# a poll of hobby lobby store,s



## hawk1999 (Jul 9, 2000)

*a poll of hobby lobby store's*

okay here's the deal no bs's how many of you have found a 1/350 refit in stock.my store never got them in.the point of this is maybe we all need to call or email on this. thanks the hawk


----------



## StarshipClass (Aug 13, 2003)

None here in West Columbia, SC that I've ever seen though I've been in on an infrequent basis. They've had the NX-01 in stock on several occasions and the 1/72nd U-boat but that's about it.


----------



## beck (Oct 22, 2003)

the HL in my area has kept a pretty good stock of PL stuff in the past . but i haven't been in since the refit came out . i'll run in tonight on my way home and see what they've got . 
hb


----------



## veedubb67 (Jul 11, 2003)

We have three stores here in Colorado Springs, but no Refits. Saw plenty of NX-01's and Atomic City Mercury's though.


----------



## Ensign Eddie (Nov 25, 1998)

I haven't seen it in the Dallas area HLs. I haven't seen the 1/1000 NX-01, either.


----------



## John P (Sep 1, 1999)

What's with the commas instead of apostraphes? :freak:


----------



## StarshipClass (Aug 13, 2003)

veedubb67 said:


> Saw plenty of . . . Atomic City Mercurys though.
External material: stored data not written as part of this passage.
/// "sofa w/ five cushions", "table with 6 plates": a piece of furniture (`support`) followed by "with" and a
/// counted class says those things are on it, read as "sofa has five cushions on it". Anything else keeps
/// its "with" for `drop_asides`.
pub fn with_contents(items: Vec<Item>, support: impl Fn(crate::ids::ClassId) -> bool) -> Vec<Item> {
    if !items
        .iter()
        .any(|item| item.tag == ItemTag::Lexicon(Tag::With))
    {
        return items;
    }
    let mut out: Vec<Item> = Vec::with_capacity(items.len() + 2);
    let mut index = 0;
    while index < items.len() {
        let owner = index > 0
            && matches!(
                tag_of(items.get(index - 1)),
                Some(Tag::Class { class, plural: false }) if support(class)
            );
        let counted = matches!(
            tag_of(items.get(index + 1)),
            Some(Tag::Number(_) | Tag::Tens(_))
        );
        let mut head = index + 2;
        while matches!(tag_of(items.get(head)), Some(Tag::Colour(_) | Tag::Size(_))) {
            head += 1;
        }
        let contents = matches!(tag_of(items.get(head)), Some(Tag::Class { .. }));
        if items[index].tag == ItemTag::Lexicon(Tag::With) && owner && counted && contents {
            out.push(Item {
                tag: ItemTag::Lexicon(Tag::Have),
                ..items[index].clone()
            });
            out.extend(items[index + 1..=head].iter().cloned());
            let end = items[head].span.end;
            for (tag, text) in [
                (Tag::Relation(Relation::On), "on"),
                (
                    Tag::Deictic {
                        pronoun: true,
                        plural: false,
                    },
                    "it",
                ),
            ] {
                out.push(Item {
                    tag: ItemTag::Lexicon(tag),
                    span: Span::new(end, end),
                    text: text.to_string(),
                    misspelled: false,
                });
            }
            index = head + 1;
            continue;
        }
        out.push(items[index].clone());
        index += 1;
    }
    out
}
That's the one I keep looking for at half-price!


----------



## the Dabbler (Feb 17, 2005)

I don't even have a Hobby Lobby !  Good Grief !
Dabbler


----------



## Raventree (Apr 28, 2005)

HL Midland TX..No Refits..1 Scorpion..1 1/350 NX-01...2 1/1000 Klingon Battle Cruisers Lots of PL cars though
HL Odessa TX..No Star Trek items at ALL...Lots of PL Cars...

Will contact my local State Assemblyman....


----------



## CaptFrank (Jan 29, 2005)

No "Hobby Lobby" in my town.

A "Hobby_town_" had the 1:350 *NX-01 *.

"Competition Hobbies" had one 1:350 *NCC-1701-A* 
for a while. It has been a month since I was there, so I 
don't know if it is still there.


----------



## John P (Sep 1, 1999)

HiWay Hobby in NJ has big piles of everything!


----------



## [email protected] (Feb 1, 2001)

*Refits?*

My local Hobby Lobby has about a dozen of the new 1/1000 NX-01, but it looks to me that they've never had the Refit.
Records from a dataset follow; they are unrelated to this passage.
//! The log's queries: registering scenes, opening conversations, committing turns, reading everything back.
//!
//! Owns: `SqliteLog` (one SQLite connection) and the row types both backends return.
//! Must not: interpret summaries or engine state, or decide whether a correction is allowed; callers decide,
//! the log records. The one check made here is that a new version still sits on the scene's head.

use std::path::{Path, PathBuf};

use rusqlite::{params, Connection, OptionalExtension};
use sha2::{Digest, Sha256};

use super::schema::{self, LOG_SCHEMA_VERSION};
use super::{now_text, ConversationKey, LogError, SceneKey, TurnKey, VersionKey};

/// A scene labelling as stored: the label map as index PNG bytes, the summary as JSON, engine state as
/// bytes, and the id of the classifier model that produced it (`None`: not recorded, as in rows written
/// before schema 2).
#[derive(Clone, Debug, PartialEq, Eq)]
pub struct StateRecord {
    pub labels_png: Vec<u8>,
    pub summary_json: String,
    pub engine_state: Vec<u8>,
    pub model: Option<String>,
}

/// A scene to register.
#[derive(Clone, Copy, Debug)]
pub struct NewScene<'a> {
    pub name: &'a str,
    pub image_png: &'a [u8],
    pub input_json: &'a str,
    /// Further registered parts (depth PNG, NPY scores, label map PNG) stored as blobs; `input_json` names
    /// them by `blob_hash`.
    pub parts: &'a [&'a [u8]],
    pub operator: &'a str,
    pub state: &'a StateRecord,
}

/// One turn to record, with what it does to the scene.
#[derive(Clone, Debug)]
pub struct NewTurn<'a> {
    pub conversation: ConversationKey,
    pub kind: &'a str,
    pub text: &'a str,
    pub focus_json: Option<&'a str>,
    pub status: &'a str,
    pub constraints_json: &'a str,
    pub result_json: &'a str,
    /// The question this turn answered and the candidate chosen (JSON), for "no, the other one".
    pub answer_json: Option<&'a str>,
    pub operator: &'a str,
    pub effect: TurnEffect,
}

/// A conversation's undo and redo stacks as a turn leaves them (`None`: unchanged).
pub type TurnStacks<'a> = Option<(&'a [VersionKey], &'a [VersionKey])>;

/// What a turn does to its scene and conversation, all inside the turn's transaction.
#[derive(Clone, Debug)]
pub enum TurnEffect {
    /// Nothing changes (not understood, a question back, nothing to change).
    None,
    /// A new version on top of `base`, which must be the scene's head; it becomes the head, and a training
    /// example is written from the labels before and after. A pending change of the conversation is cleared.
    NewVersion {
        base: VersionKey,
        state: StateRecord,
        utterance: String,
        constraints_json: String,
    },
    /// A change held for confirmation (replacing any earlier one of the conversation).
    Pending {
        base: VersionKey,
        state: StateRecord,
        reason: String,
        changes_json: String,
    },
    /// The conversation's pending change is dropped.
    ClearPending,
    /// The head moves to `to` (undo or redo); the training example of `deactivate` stops counting and the
    /// one of `activate` counts again.
    MoveHead {
        from: VersionKey,
        to: VersionKey,
        deactivate: Option<VersionKey>,
        activate: Option<VersionKey>,
    },
}

/// A stored scene.
#[derive(Clone, Debug, PartialEq, Eq)]
pub struct SceneRow {
    pub key: SceneKey,
    pub name: String,
    pub image_hash: String,
    pub input_json: String,
    pub head: VersionKey,
    pub created_at: String,
    pub operator: String,
}

/// A stored conversation.
#[derive(Clone, Debug, PartialEq, Eq)]
pub struct ConversationRow {
    pub key: ConversationKey,
    pub scene: SceneKey,
    pub operator: String,
    pub opened_at: String,
    pub applied_stack: Vec<VersionKey>,
    pub redo_stack: Vec<VersionKey>,
}

/// A stored turn.
#[derive(Clone, Debug, PartialEq, Eq)]
pub struct TurnRow {
    pub key: TurnKey,
    pub conversation: ConversationKey,
    pub kind: String,
    pub text: String,
    pub focus_json: Option<String>,
    pub status: String,
    pub constraints_json: String,
    pub result_json: String,
    pub scene_version: Option<VersionKey>,
    /// The question this turn answered and the candidate chosen (JSON); `None` for most turns.
    pub answer_json: Option<String>,
    pub operator: String,
    pub created_at: String,
    pub row_schema: i64,
}

/// A stored pending change.
#[derive(Clone, Debug, PartialEq, Eq)]
pub struct PendingRow {
    pub conversation: ConversationKey,
    pub turn: TurnKey,
    pub base: VersionKey,
    pub state: StateRecord,
    pub reason: String,
    pub changes_json: String,
}

/// A stored training example (blobs by hash; read them with `blob`).
#[derive(Clone, Debug, PartialEq, Eq)]
pub struct ExampleRow {
    pub id: i64,
    pub scene: SceneKey,
    pub scene_name: String,
    pub version: VersionKey,
    pub turn: TurnKey,
    pub image_hash: String,
    pub labels_before_hash: String,
    pub labels_after_hash: String,
    pub utterance: String,
    pub constraints_json: String,
    /// The operator who said the utterance.
    pub operator: String,
    /// The operator who confirmed the change, when it was held for confirmation (schema 2 on).
    pub confirmed_by: Option<String>,
    pub created_at: String,
    pub row_schema: i64,
}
And their kits are all half-price this week, too.

Tom


----------



## terryr (Feb 11, 2001)

I was in LA on Hollywood about 4 blocks west of Vine. A large costume store had a large selection of PL kits. Ep 1 2 3 stuff was marked down to 4 bucks each. Several 'A's and NX marked down, and other neat stuff. 
Can't remember the name of the store. It was full of halloween stuff.


----------



## A Taylor (Jan 1, 1970)

Checked two in the North Atlanta area - no Refits.


----------



## John F (May 31, 2001)

I was in the local hobby shop not to long ago and asked the guy why he didn't have either of the 350th kits. He said they were too expensive, he said his distributer quoted him $100 each. I was shocked, I told him you can buy them all over the internet for $45-50, and that he should probably get a new distributer.
I've been in there twice since then, but still haven't seen them.


----------



## hawk1999 (Jul 9, 2000)

*okay this suck's*

I called the home office and talk to the buyer.they don't even have a number for the refit or know anything about it.and this is from the person that buy's all the plastic model kit's. i did give her the item number for the kit and told her i was sure the kit would sell better than the nx-01.so now you know the rest of the story.thank you and good night---the hawk


----------



## spe130 (Apr 13, 2004)

Hawk, maybe we should all get together and send them something indicating that there would be a large market for the Refit kit. I'd love to get another one during one of their sales - if not two.


----------



## hawk1999 (Jul 9, 2000)

sound's like a good deal. there phone number is 1-800-323-9204*1835 or 1725 let's drive them nut's till the kit's in the store's:devil:


----------



## Nosirrag (Apr 26, 2005)

No Hobby Lobby in my neck of the woods -- but Hobbytown carried the Refit, and used to sell NX-01. Brookhurst Hobbies in Garden Grove has Refits, NX01, Old AMT Enterprise A kits. The guy at the desk said he knew where he could get his hands on some C-57-D kits as well.


----------



## woof359 (Apr 27, 2003)

*merle hay store des moines*

no refits, no NX's, hardly any Polar kits at all.


----------



## beeblebrox (Jul 30, 2003)

My local Hobby Lobby has had almost every PL kit but the Refit. They've been sitting on two NX01's since they came out. Maybe they're afraid of getting stuck with another high dollar loser.  Anyway, I try to buy everything from a little locally owned shop to keep it going.


----------



## beck (Oct 22, 2003)

no refits in our HL . they still had the NX 01 and a few things like the Homer and Scorpion . 
i was delighted to see a young man around the age of 10 trying to decide which airplane kit to buy though . 
a small ray of hope for the future of the hobby . 
hb


----------



## NostalgicNook (Nov 12, 2004)

i have a hobby store Nostalgic Nook and i order direct from rc2 and never recieved my orders,,,,,,wondering if i ever will. has 3 cases pre sold go figure


----------